|System: X360, PS3||Review Rating Legend|
|Dev: Vigil Studios||1.0 - 1.9 = Avoid||4.0 - 4.4 = Great|
|Pub: THQ||2.0 - 2.4 = Poor||4.5 - 4.9 = Must Buy|
|Release: Jan.5, 2010||2.5 - 2.9 = Average||5.0 = The Best|
|Players: 1||3.0 - 3.4 = Fair|
|ESRB Rating: Mature||3.5 - 3.9 = Good|
by Andrew Groen
If ever a game could be called a love letter to a bygone era, it's Darksiders. This game features more homage to past games in the action/adventure genre than I could count on both hands. The game's strongest point is that the developers knew just the right games to cherry pick ideas from, but it's also its biggest weakness. It seems they got a little too carried away, and the game doesn't present enough ideas of its own. What results is a game that is extremely high in quality but somewhat low on personality.

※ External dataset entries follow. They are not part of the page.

"""Blocks that buffers and FIFOs take. Shapes: memory guides UG953 (RAMB18E1, BRAM_SINGLE_MACRO) and UG573."""

from __future__ import annotations

import pytest

from beatwise.memory.onchip import (
    BLOCK_18K,
    BLOCK_36K,
    blocks,
    burst_buffer_bits,
    burst_buffer_blocks,
    depth,
    fifo_blocks,
)


@pytest.mark.parametrize(
    ("widths", "words"),
    [
        ((37, 72), 512),
        ((19, 36), 1024),
        ((10, 18), 2048),
        ((5, 9), 4096),
        ((3, 4), 8192),
        ((2, 2), 16384),
        ((1, 1), 32768),
    ],
)
def test_words_of_a_block_of_36_kb(widths: tuple[int, int], words: int) -> None:
    assert {depth(width) for width in widths} == {words}


def test_words_of_a_block_of_18_kb() -> None:
    assert [depth(width, BLOCK_18K) for width in (1, 18, 36, 37)] == [16384, 1024, 512, 0]


@pytest.mark.parametrize(
    ("words", "width", "wanted"), [(512, 32, 1), (512, 64, 2), (1024, 32, 2), (512, 512, 15), (16, 512, 15)]
)
def test_blocks_of_a_fifo(words: int, width: int, wanted: int) -> None:
    assert fifo_blocks(words, width) == blocks(words, width, BLOCK_18K) == wanted


def test_a_small_fifo_takes_no_block() -> None:
    """HLS user guide UG1399, 2023.2: depth of 2, or 1024 bits in all."""
    assert fifo_blocks(2, 4096) == fifo_blocks(32, 32) == 0
    assert fifo_blocks(33, 32) == 1


def test_buffers_of_bursts() -> None:
    """UG1399: outstanding x burst length x width. AXI burst log, resources at 512 bits: 14 blocks up to 16 x 32, 23 for
    32 x 32; the cost rises only past 512 words, by about one buffer."""
    assert burst_buffer_bits(16, 16, 512) == 16 * 1024 * 8
    assert [burst_buffer_blocks(number, 32, 512) for number in (4, 8, 16, 32)] == [8, 8, 8, 15]
    assert burst_buffer_blocks(32, 32, 512) - burst_buffer_blocks(16, 32, 512) == pytest.approx(23 - 14, abs=2)
    assert blocks(512, 72) == 1 and len(BLOCK_36K) == 7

The only identifiably new thing that Darksiders brings to the table is its wonderful art style created by well-known comic artist Joe Madureira, who spent time drawing for Uncanny X-men and is famous for his exaggerated feminine and masculine characters. "Joe Mad" has created a truly unique aesthetic for Darksiders, and the overall package is massively uplifted by the art style employed.
Everything from the creative monsters to the, oftentimes, gigantic bosses is fantastic and gorgeous. While Darksiders doesn't shimmer with the high quality graphics most often found in high-profile triple-A releases, the stylized look puts it on par with most of those games, nevertheless. It won't make your jaw drop with Uncharted 2 levels of detail and polish, but you'll still be enamored with the interesting world that's been created here.
The game takes place during a time when the apocalypse has been prematurely unleashed, and the blame has been placed squarely on the shoulders of one of the Four Horsemen of the Apocalypse, War; our main character and protagonist. While the battle between Heaven and Hell rages, War serves neither camp. Rather, he is a warrior that serves the balance between these forces and keeps the peace. At the start of the game, War has been framed, and to find answers and seek revenge, he sets out to clear his name.
The concept for the story isn't entirely original, but it's relatively untrodden territory for video gaming, and you certainly won't be feeling any déjà vu. Darksiders' only problem in terms of story is that it has a tendency to leave it out. There are giant swathes of time during which the story is barely even mentioned, or mentioned only in passing. For a game that starts out with so much focus on concept and narrative, it becomes odd that the player can often be prone to forgetting characters entirely, or losing track of certain motives.
The aesthetic and story are just about where it ends for Darksiders in terms of what you can expect to be surprised by. What plays out beyond that is a mix of Zelda, God of War, and Legacy of Kain. You may be thinking this sounds like the recipe for the ultimate game of all time. How could a game like this not be awesome?
In a lot of ways, that's exactly the case. At first, the game will seem like a straight God of War clone, with levels being mostly linear and easy with a heavy emphasis on swordplay and some platforming. But, before you know it, the game quickly hits you with some pretty serious dungeons. While there's never anything that approaches the complexity of a Zelda dungeon, they will certainly surprise you and take you off guard if you're not paying close attention.